Food delivery apps are hungry, and one thing they’re hungry for is your data. For them, your restaurant is the commodity, and your data is valuable. Data helps drive food delivery trends and puts a face and background on a customer. 

When you first open your restaurant, picking the right point of sale (POS) system is oh so exciting. You’re closer to opening your doors. The restaurant POS system for any restaurant is critical for tracking orders to making short to long-term decisions. 

It’s essential for tracking takeout and delivery as well as on-premise dining. Now, the POS is the food delivery service, not the restaurant, and all that tracking becomes harder to do. The restaurant is not only giving away a hefty chunk of the profits but all their customer data. 

The food delivery app can now use that valuable data to open virtual restaurants offering similar food or help the competition show up first in the app. The possibilities are endless. Except not for you. 

Gobbles Up Customer Service

One bad experience can determine whether the customer comes back. The number varies, but by most estimates, it takes over 10 positive experiences to overcome one negative one. And restaurants are breeding grounds for bad experiences. So many things can go wrong from the kitchen to the table. 

But it’s easier to solve a problem when you can see and talk to the customer. Hey, can we comp your drinks or bring you an appetizer while you wait? Or just a simple apology. But food delivery changes all that. 

If the customer has a negative experience, how do you know? How do you reach them to turn it around? Even the best restaurants have customer complaints. Like profit margins, the customer experience is a fine line. But you need a delivery platform that allows you to speak directly to the customer in real-time. For the most part, online ordering systems don’t let this happen.
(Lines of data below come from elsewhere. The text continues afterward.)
/* The terminal: its width and colours, progress, and Ctrl-C.
 *
 * The signal handler does nothing but set a flag; analyses ask for it through
 * the monitor and stop where their results are whole. */
#include "cli/terminal.h"

#include <signal.h>
#include <stdio.h>
#include <stdlib.h>
#include <string.h>
#include <sys/ioctl.h>
#include <time.h>
#include <unistd.h>

static volatile sig_atomic_t interrupted;

static void note_interrupt(int number)
{
    (void)number;
    interrupted = 1;
}

void terminal_catch_signals(void)
{
    struct sigaction action;
    memset(&action, 0, sizeof action);
    sigemptyset(&action.sa_mask);
    action.sa_handler = note_interrupt;
    action.sa_flags = (int)SA_RESETHAND;
    sigaction(SIGINT, &action, NULL);
    action.sa_handler = SIG_IGN;
    action.sa_flags = 0;
    sigaction(SIGPIPE, &action, NULL);
}

bool terminal_interrupted(void)
{
    return interrupted != 0;
}

/* A whole number of columns from the environment; 0 where there is none. */
static int columns_from_environment(void)
{
    const char *text = getenv("COLUMNS");
    if (!text)
        return 0;
    char *end;
    long columns = strtol(text, &end, 10);
    return end != text && *end == '\0' && columns > 0 && columns <= 10000 ? (int)columns : 0;
}

lb_layout terminal_layout(int descriptor)
{
    lb_layout layout = {.width = columns_from_environment(), .colour = false};
    if (!isatty(descriptor))
        return layout;
    struct winsize size;
    if (layout.width == 0 && ioctl(descriptor, TIOCGWINSZ, &size) == 0)
        layout.width = size.ws_col;
    const char *no_colour = getenv("NO_COLOR"), *kind = getenv("TERM");
    layout.colour = !(no_colour && *no_colour) && kind && *kind && strcmp(kind, "dumb") != 0;
    return layout;
}

static double now(void)
{
    struct timespec time;
    clock_gettime(CLOCK_MONOTONIC, &time);
    return (double)time.tv_sec + 1e-9 * (double)time.tv_nsec;
}

/* At most ten times a second, and not before half a second of work. */
static void show(void *context, const char *what, double done)
{
    const double patience = 0.5, interval = 0.1;
    terminal_progress *progress = context;
    double time = now();
    if (!progress->is_shown || time - progress->started < patience || time - progress->last < interval)
        return;
    progress->last = time;
    progress->has_line = true;
    if (done >= 0 && done <= 1)
        fprintf(stderr, "\r\033[K%s: %.0f %%", what, 100 * done);
    else
        fprintf(stderr, "\r\033[K%s: %.0f s", what, time - progress->started);
}

/* Asked often, so this is also where work that says nothing shows that it goes on. */
static bool should_stop(void *context)
{
    const double silence = 1;
    terminal_progress *progress = context;
    if (progress->is_shown && now() - progress->last >= silence)
        show(progress, "working", -1);
    return terminal_interrupted();
}

lb_monitor terminal_monitor(terminal_progress *progress, bool quiet)
{
    const char *kind = getenv("TERM");
    *progress = (terminal_progress){
        .is_shown = !quiet && isatty(STDERR_FILENO) && kind && strcmp(kind, "dumb") != 0,
        .started = now(),
    };
    return (lb_monitor){.stop = should_stop, .progress = show, .context = progress};
}

void terminal_done(terminal_progress *progress)
{
    if (progress->has_line)
        fprintf(stderr, "\r\033[K");
    progress->has_line = false;
}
Creates A Reliance on the Middleman

When Johnny says, “Nobody puts Baby in the corner.” in the classic movie Dirty Dancing from the 1980s, he meant she doesn’t deserve to be silenced by anyone. And that’s what happens when restaurants rely on third-party delivery apps restaurant technology. 

It turns the food delivery app into the middleman, and any conversation between the restaurant and customer comes from them. The restaurant relies on the delivery driver employed by a third party to represent their brand and solve problems. Isn’t it time to say see ya later to the middleman and find your voice?

Say Hello to Native Delivery

Restaurant delivery hurts restaurants by demanding fixed costs that eat into profit margins. The delivery app controls menu management and diminishes brand loyalty. 

What if there’s a better business model that helps the restaurant keep more profits and provides the ability to solve problems while preserving brand loyalty?

It’s called native delivery. Native delivery takes back food delivery by moving it in-house through ShiftPixy. The delivery drivers are on-site workers trained in your brand and understand the differences between breadsticks and caesar salad. 

Native delivery gives restaurants the ability to keep their data and stop wasting money on an outside delivery app that only sees your restaurant as a blip on a screen. 

Native delivery means self-delivery with a twist when you partner with ShiftPixy. And the twist is that you’ve now turned the negative aspects of food delivery into ones so positive they’re hard to resist. The demand for food delivery is here to stay, and so is your restaurant with native delivery.